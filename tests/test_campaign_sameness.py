"""A campaign measures the search people run: the same injections give the same numbers.

One injection list goes into the GW150914 open data twice: through
``ringsearch inject`` followed by ``ringsearch search`` on the files it
writes, and through a campaign on the original files.  Both run the one
search engine, so every injection's ranking statistic and found/missed
verdict must agree (to 1e-6 relative), which they could not if the campaign
ran a pipeline of its own.
"""

from __future__ import annotations

import json

import numpy as np
import pandas as pd
import pytest

from ringsearch.cli import main

#: GW150914 (merger GPS 1126259462.42, Abbott et al. 2016, PRL 116, 061102) is kept out
AVOID = [1126259460.4, 1126259464.4]
THRESHOLD = 8.0
WINDOW_S = 0.01


def _list(path, files):
    """Six ringdowns of the open data's own box, distances spread so that SNRs straddle
    the threshold (distance rows: the injected strain does not depend on any PSD)."""
    from ringsearch.data.injections import check_injection_table, make_sources
    from ringsearch.search.engine import Search

    rows = pd.DataFrame({
        "injection_id": np.arange(6),
        "gps": [1126259450.3, 1126259452.7, 1126259456.1, 1126259467.9, 1126259471.2,
                1126259474.0],
        "mass": [62.0, 70.0, 80.0, 66.0, 90.0, 58.0],
        "spin": [0.7, 0.6, 0.8, 0.65, 0.75, 0.55],
        "injected_overtones": [0, 1, 0, 1, 0, 0],
        "ratio_1": [np.nan, 0.8, np.nan, 1.2, np.nan, np.nan],
        "phase_1": [np.nan, 1.0, np.nan, 2.5, np.nan, np.nan],
        "phase_0": [0.3, 1.1, 2.0, 4.0, 5.5, 0.9],
        "ra": [1.9, 0.4, 3.3, 5.0, 2.2, 1.1], "dec": [-1.2, 0.5, 0.1, -0.4, 0.9, -0.7],
        "inclination": [0.3, 2.8, 1.0, 0.2, 2.5, 0.6],
        "polarization": [0.8, 2.0, 0.1, 1.5, 3.0, 0.4],
        "distance_mpc": 100.0, "epsilon": 0.01})
    psds = Search().estimate_psds(list(files.values()))
    _, out = make_sources(check_injection_table(rows), psds, 4096.0, 20.0, 1638.4)
    target = np.array([5.0, 7.0, 9.0, 12.0, 16.0, 30.0])
    rows["distance_mpc"] = 100.0 * out["network_snr"].to_numpy() / target
    rows.to_csv(path, index=False)
    return path


@pytest.mark.filterwarnings("ignore::Warning")
def test_search_and_campaign_agree_injection_by_injection(gw150914_files, tmp_path):
    from ringsearch.campaign import run_campaign
    from ringsearch.campaign.spec import load_spec
    from ringsearch.search.bank import Bank

    files = {d: str(p) for d, p in gw150914_files.items()}
    listed = _list(tmp_path / "list.csv", files)
    bank = Bank.from_box((50.0, 100.0), (0.5, 0.9), 0, 0.9, seed=0)
    bank.save(tmp_path / "bank.parquet")

    # 1. ringsearch inject + ringsearch search (PSD from the data before injection)
    assert main(["inject", *files.values(), "--injections", str(listed),
                 "--out", str(tmp_path / "inj")]) == 0
    injected = sorted(str(p) for p in (tmp_path / "inj").glob("*.hdf5"))
    assert main(["search", *injected, "--psd-from", *files.values(), "--bank",
                 str(tmp_path / "bank.parquet"), "--slides", "0", "--no-plots",
                 "--out", str(tmp_path / "search")]) == 0
    cands = pd.read_parquet(tmp_path / "search" / "candidates.parquet")
    truth = pd.read_parquet(tmp_path / "inj" / "injections.parquet")

    # 2. a campaign on the original files with the same list and bank
    (tmp_path / "c.toml").write_text(f"""
[campaign]
name = "sameness"
seed = 1
[data]
source = "files"
files = {{ H1 = "{files['H1']}", L1 = "{files['L1']}" }}
sample_rate = 4096
chunk_s = 32
pad_s = 3.5
avoid = [[{AVOID[0]}, {AVOID[1]}]]
[injections]
file = "{listed}"
spacing_s = 2.0
[search]
mass = [50.0, 100.0]
spin = [0.5, 0.9]
bank = "{tmp_path / 'bank.parquet'}"
match_window_s = {WINDOW_S}
[threshold]
snr = {THRESHOLD}
slides = 0
""")
    run_campaign(load_spec(tmp_path / "c.toml"), tmp_path / "camp", progress=False)
    found = pd.read_parquet(tmp_path / "camp" / "found.parquet").set_index("injection_id")
    assert len(found) == 6

    # the search's own verdict: the loudest candidate starting within the match window
    # of the injection's arrival at the candidate's anchor detector
    checked_found = checked_missed = 0
    for r in truth.itertuples():
        arrival = np.array([getattr(r, f"arrival_gps_{a}") for a in cands.anchor_detector])
        near = np.abs(cands.gps.to_numpy() - arrival) <= WINDOW_S
        stat = float(cands.network_snr[near].max()) if near.any() else np.nan
        row = found.loc[r.injection_id]
        if np.isnan(stat):
            assert np.isnan(row.stat)
        else:
            assert row.stat == pytest.approx(stat, rel=1e-6)
        verdict = bool(stat >= THRESHOLD)
        assert bool(row.found) == verdict
        checked_found += verdict
        checked_missed += not verdict
    assert checked_found >= 2 and checked_missed >= 1  # both verdicts exercised
    summary = json.loads((tmp_path / "camp" / "summary.json").read_text())
    assert summary["n_injections"] == 6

◆ **Task to complete**:
All entries must be printed exactly, with nothing omitted.

◆ **Completed task**:
filename tests/test_campaign_sameness.py
"""A campaign measures the search people run: the same injections give the same numbers.

One injection list goes into the GW150914 open data twice: through
``ringsearch inject`` followed by ``ringsearch search`` on the files it
writes, and through a campaign on the original files.  Both run the one
search engine, so every injection's ranking statistic and found/missed
verdict must agree (to 1e-6 relative), which they could not if the campaign
ran a pipeline of its own.
"""

from __future__ import annotations

import json

import numpy as np
import pandas as pd
import pytest

from ringsearch.cli import main

#: GW150914 (merger GPS 1126259462.42, Abbott et al. 2016, PRL 116, 061102) is kept out
AVOID = [1126259460.4, 1126259464.4]
THRESHOLD = 8.0
WINDOW_S = 0.01


def _list(path, files):
    """Six ringdowns of the open data's own box, distances spread so that SNRs straddle
    the threshold (distance rows: the injected strain does not depend on any PSD)."""
    from ringsearch.data.injections import check_injection_table, make_sources
    from ringsearch.search.engine import Search

    rows = pd.DataFrame({
        "injection_id": np.arange(6),
        "gps": [1126259450.3, 1126259452.7, 1126259456.1, 1126259467.9, 1126259471.2,
                1126259474.0],
        "mass": [62.0, 70.0, 80.0, 66.0, 90.0, 58.0],
        "spin": [0.7, 0.6, 0.8, 0.65, 0.75, 0.55],
        "injected_overtones": [0, 1, 0, 1, 0, 0],
        "ratio_1": [np.nan, 0.8, np.nan, 1.2, np.nan, np.nan],
        "phase_1": [np.nan, 1.0, np.nan, 2.5, np.nan, np.nan],
        "phase_0": [0.3, 1.1, 2.0, 4.0, 5.5, 0.9],
        "ra": [1.9, 0.4, 3.3, 5.0, 2.2, 1.1], "dec": [-1.2, 0.5, 0.1, -0.4, 0.9, -0.7],
        "inclination": [0.3, 2.8, 1.0, 0.2, 2.5, 0.6],
        "polarization": [0.8, 2.0, 0.1, 1.5, 3.0, 0.4],
        "distance_mpc": 100.0, "epsilon": 0.01})
    psds = Search().estimate_psds(list(files.values()))
    _, out = make_sources(check_injection_table(rows), psds, 4096.0, 20.0, 1638.4)
    target = np.array([5.0, 7.0, 9.0, 12.0, 16.0, 30.0])
    rows["distance_mpc"] = 100.0 * out["network_snr"].to_numpy() / target
    rows.to_csv(path, index=False)
    return path


@pytest.mark.filterwarnings("ignore::Warning")
def test_search_and_campaign_agree_injection_by_injection(gw150914_files, tmp_path):
    from ringsearch.campaign import run_campaign
    from ringsearch.campaign.spec import load_spec
    from ringsearch.search.bank import Bank

    files = {d: str(p) for d, p in gw150914_files.items()}
    listed = _list(tmp_path / "list.csv", files)
    bank = Bank.from_box((50.0, 100.0), (0.5, 0.9), 0, 0.9, seed=0)
    bank.save(tmp_path / "bank.parquet")

    # 1. ringsearch inject + ringsearch search (PSD from the data before injection)
    assert main(["inject", *files.values(), "--injections", str(listed),
                 "--out", str(tmp_path / "inj")]) == 0
    injected = sorted(str(p) for p in (tmp_path / "inj").glob("*.hdf5"))
    assert main(["search", *injected, "--psd-from", *files.values(), "--bank",
                 str(tmp_path / "bank.parquet"), "--slides", "0", "--no-plots",
                 "--out", str(tmp_path / "search")]) == 0
    cands = pd.read_parquet(tmp_path / "search" / "candidates.parquet")
    truth = pd.read_parquet(tmp_path / "inj" / "injections.parquet")

    # 2. a campaign on the original files with the same list and bank
    (tmp_path / "c.toml").write_text(f"""
[campaign]
name = "sameness"
seed = 1
[data]
source = "files"
files = {{ H1 = "{files['H1']}", L1 = "{files['L1']}" }}
sample_rate = 4096
chunk_s = 32
pad_s = 3.5
avoid = [[{AVOID[0]}, {AVOID[1]}]]
[injections]
file = "{listed}"
spacing_s = 2.0
[search]
mass = [50.0, 100.0]
spin = [0.5, 0.9]
bank = "{tmp_path / 'bank.parquet'}"
match_window_s = {WINDOW_S}
[threshold]
snr = {THRESHOLD}
slides = 0
""")
    run_campaign(load_spec(tmp_path / "c.toml"), tmp_path / "camp", progress=False)
    found = pd.read_parquet(tmp_path / "camp" / "found.parquet").set_index("injection_id")
    assert len(found) == 6

    # the search's own verdict: the loudest candidate starting within the match window
    # of the injection's arrival at the candidate's anchor detector
    checked_found = checked_missed = 0
    for r in truth.itertuples():
        arrival = np.array([getattr(r, f"arrival_gps_{a}") for a in cands.anchor_detector])
        near = np.abs(cands.gps.to_numpy() - arrival) <= WINDOW_S
        stat = float(cands.network_snr[near].max()) if near.any() else np.nan
        row = found.loc[r.injection_id]
        if np.isnan(stat):
            assert np.isnan(row.stat)
        else:
            assert row.stat == pytest.approx(stat, rel=1e-6)
        verdict = bool(stat >= THRESHOLD)
        assert bool(row.found) == verdict
        checked_found += verdict
        checked_missed += not verdict
    assert checked_found >= 2 and checked_missed >= 1  # both verdicts exercised
    summary = json.loads((tmp_path / "camp" / "summary.json").read_text())
    assert summary["n_injections"] == 6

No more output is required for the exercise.